RTC: in favor of Medrano who should receive the purchase price for his 37, 681 shares which
were transferred, attorneys fees and cost of the suit
CA: affirmed RTC. There was a perfected contract of sale and the conditions imposed by
Resolution No. 4270 were merely conditions imposed on the performance of an obligation. DBP
was deemed to have waived the performance of the conditions when it chose to retain Medranos
shares and later transfer them to the APT.

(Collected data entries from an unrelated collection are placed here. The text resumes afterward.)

/// The references themselves are the best answers there are.
#[test]
fn the_references_of_a_survey_pass_as_answers() {
    let desk = Desk::new();
    desk.succeed(&["survey", "smoke", "--no-timing", "--out", "first"]);
    let file = "first/smoke/references.jsonl";
    let mark = ["mark", "smoke", "--answers", file, "--as", "mine: v2", "--out", "marked"];
    let out = desk.succeed(&[&mark[..], &["--store", "first/.references"]].concat());
    assert_narrow(&out);
    assert!(out.contains(CAUTION), "{out}");
    let row = out.lines().find(|line| line.starts_with("mine: v2 ")).unwrap_or_else(|| panic!("{out}"));
    let fields: Vec<&str> = row["mine: v2 ".len()..].split_whitespace().collect();
    assert_eq!(fields, ["-", "-", "100", "%", "0", "%", "0", "%", "-"], "neither counted nor timed: {row}");

    assert_eq!(names(&desk.path("marked/smoke")), FILES_WITH_CHOICES);
    let rows = rows_of(&desk, "marked/smoke", "mine: v2");
    assert_eq!(rows.len(), smoke_cases());
    for row in rows {
        assert_eq!(row.verdict, Verdict::Trusted, "{row:?}");
        assert_eq!((row.values, row.jacobians, row.hessians), (None, None, None));
        assert!(row.times().iter().all(Option::is_none));
        // The same file was sampled anew or taken from the store: to the bit, and back out of JSON.
        assert!(row.scores().iter().all(|(value, error)| value.is_some() && error.is_some()), "{row:?}");
        assert_eq!(row.mean_error, Some(0.0), "{row:?}");
    }
    let found = manifest(&desk, "marked/smoke");
    let outside = &found.settings.outside.unwrap()[0];
    assert_eq!((outside.name.as_str(), outside.file.as_deref()), ("mine: v2", Some("references.jsonl")));
    let hash: String = Sha256::digest(desk.read(file)).iter().map(|byte| format!("{byte:02x}")).collect();
    assert_eq!(outside.sha256.as_ref(), Some(&hash));
    assert!(outside.command.is_none() && outside.timeout_seconds.is_none());
    let all = smoke_cases() as u64;
    let answers = &found.answers.unwrap()[0];
    assert_eq!((answers.asked, answers.valid, answers.invalid + answers.missing), (all, all, 0));
    assert!(answers.unknown + answers.unreadable == 0 && answers.failure.is_none());
    // Methods were timed all the same.
    assert!(found.cost.unwrap().iter().all(|c| c.time_ratio.is_some() && c.method != "mine: v2"));

    // Nothing else has moved.
    let without = |text: String| -> String {
        text.lines().filter(|line| !line.contains(",mine: v2,")).map(|line| format!("{line}\n")).collect()
    };
    desk.succeed(&[&mark[..], &["--no-timing"]].concat());
    assert_eq!(without(desk.read("marked/smoke/scores.csv")), desk.read("first/smoke/scores.csv"));
    assert_eq!(desk.read("marked/smoke/references.jsonl"), desk.read(file));
}

#[test]
fn answers_are_scored_by_what_they_say() {
    let desk = Desk::new();
    desk.write("readings.toml", READINGS);
    // A mean one standard deviation off, sqrt(1.25); twice the covariance; both within; a covariance below zero.
    let mut answers: Vec<Value> = (0..4).map(reading).collect();
    answers[1]["mean"] = json!([2.0 + 1.25_f64.sqrt()]);
    answers[2]["covariance"] = json!([[2.5]]);
    answers[3]["covariance"] = json!([[-1]]);
    answers.reverse();
    desk.write("answers.jsonl", &lines(answers));
    let out = desk.succeed(&["mark", "readings.toml", "--answers", "answers.jsonl", "--as", "mine", "--no-timing"]);
    let rows = rows_of(&desk, "results/readings", "mine");
    let verdicts: Vec<_> = rows.iter().map(|row| row.verdict).collect();
    assert_eq!(verdicts, [Verdict::Trusted, Verdict::Rejected, Verdict::Rejected, Verdict::Rejected]);
    // Rounding of a reference that is exact but for it.
    const ROUNDING: f64 = 1e-9;
    assert!((rows[1].mean_error.unwrap() - 1.0).abs() < ROUNDING, "{:?}", rows[1]);
    assert!((rows[2].variance_ratio_high.unwrap() - 2.0).abs() < ROUNDING, "{:?}", rows[2]);
    assert!(rows[1].reason.starts_with("mean biased: "), "{:?}", rows[1]);
    assert!(rows[3].reason.starts_with("no Gaussian: its covariance has the eigenvalue"), "{:?}", rows[3]);
    assert!(out.lines().any(|line| line.starts_with("mine ") && line.contains("75 %")), "{out}");
}

#[test]
fn a_mean_any_number_of_turns_off_is_the_same_mean() {
    let desk = Desk::new();
    desk.write(
        "west.toml",
        "precision = 1e-2\n[sensor]\nkind = \"bearing-only\"\nstation = [0, 0]\n[prior]\nrange = \"1 km\"\n\
         bearing = \"180 deg\"\nalong_sd = \"20 m\"\nacross_sd = \"20 m\"\n[noise]\nsd = \"1 deg\"\n",
    );
    desk.succeed(&["survey", "west.toml", "--no-timing"]);
    let reference: Vec<Value> = desk.lines("results/west/references.jsonl");
    let mean = reference[0]["mean"][0].as_f64().unwrap();
    let mut scores = Vec::new();
    for turns in [0.0, 1.0, -1.0, 3.0] {
        let mut turned = reference[0].clone();
        turned["mean"] = json!([mean + turns * std::f64::consts::TAU]);
        desk.write("answers.jsonl", &lines([turned]));
        desk.succeed(&["mark", "west.toml", "--answers", "answers.jsonl", "--as", "mine", "--no-timing"]);
        let rows = rows_of(&desk, "results/west", "mine");
        assert_eq!(rows[0].verdict, Verdict::Trusted, "{turns} turns: {rows:?}");
        scores.push(rows[0].mean_error.unwrap());
    }
    // Rounding of three turns, beside a standard deviation of a fiftieth.
    assert!(scores.iter().all(|score| *score < 1e-12), "{scores:?}");
}
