//! Implementations outside of this program: their answers, from a file or from a command, scored beside the methods.
//!
//! An answer is a moments record, one JSON object a line, in any order:
//!
//! ```json
//! {"case":"k-017","mean":[31.7,0.32],"covariance":[[9.1,0.01],[0.01,0.02]],"cross_covariance":[[8.9,0.02],[2.1,0.07]]}
//! ```
//!
//! `mean` has p numbers, one an output; `covariance` is p x p and includes the noise; `cross_covariance` has n rows, one a
//! component of the state, and p columns. Angles are in radians; a mean beyond (-pi, pi] is wrapped. Other keys are for
//! the writer's own use.
//!
//! What cannot be used is never dropped: the case counts as rejected and its verdict says why, with the line.

mod answers;
mod checked;
mod collector;
mod command;
mod last_words;
mod lines;
mod name;

pub use answers::{Flaw, Origin, Outside, Tally};
pub use command::{AskError, CommandError, OutsideCommand};
pub use name::{Name, NameError};
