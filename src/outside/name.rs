use std::fmt;

use crate::method::check_own_label;

/// What an outside implementation is called in tables and files.
#[derive(Debug, Clone, PartialEq, Eq)]
pub struct Name(String);

/// What is no name.
#[derive(Debug, Clone, PartialEq, Eq, thiserror::Error)]
#[error("{0}")]
pub struct NameError(String);

impl Name {
    /// The name.
    ///
    /// # Errors
    /// [`NameError`] if it is that of a built-in method, or would break a table.
    pub fn new(text: &str) -> Result<Self, NameError> {
        check_own_label(text).map_err(|e| NameError(e.message))?;
        Ok(Self(text.into()))
    }

    /// As text.
    pub fn as_str(&self) -> &str {
        &self.0
    }
}

impl fmt::Display for Name {
    fn fmt(&self, f: &mut fmt::Formatter<'_>) -> fmt::Result {
        f.write_str(&self.0)
    }
}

ISSUE: WON CA erred in applying Art. 1545 of the Civil Code and holding that DBP exercised the second
option under the said article Yes, Art. 1545 does not apply but DBP still has to pay for the shares
because it unjustly retained the shares for 30 years without compensation.
HELD:
Medranos offer to sell the shares of the minority stockholders at the price of 65% of the par value was not
absolutely and unconditionally accepted by DBP. DBP imposed several conditions to its acceptance and
it is clear that Medrano indeed tried in good faith to comply with the conditions given by DBP but
unfortunately failed to do so. Hence, there was no birth of a perfected contract of sale between the
parties. The parties were not parties in a perfected contract but just prospective buyers and sellers.
It is clear from a plain reading of this article that it speaks of a party to a contract of sale who fails
in the performance of his/her obligation. The application of this article presupposes that there is a
perfected contract between the parties and that one of them fails in the performance of an
obligation under the contract. The present case does not fall under this article because there is no
perfected contract of sale to speak of.
However, the facts of this case happened 30 years ago. The parties already began acting in accordance
with the possible contract of sale. It only became clear later on that Medrano would not be able to fulfill all

the conditions of the contract. In civil law, DBPs act of keeping the shares delivered by Medrano without
paying for them constitutes unjust enrichment. It was not proper for DBP to hold on to Medranos shares
of stock after it became obvious that he will not be able to comply with the conditions for the contract of
sale. From that point onwards, the prudent and fair thing to do for DBP was to return Medranos shares
because DBP had no just or legal ground to retain them. It can be shown that DBP did not buy the shares
nor that Medrano donated them (since he is still trying to claim them) or even that they were only being
held by DBP for safekeeping. This situation is tantamount to loss of the shares through DBPs unjustified
retention. Because of this, Medrano had no choice but to approach the Court.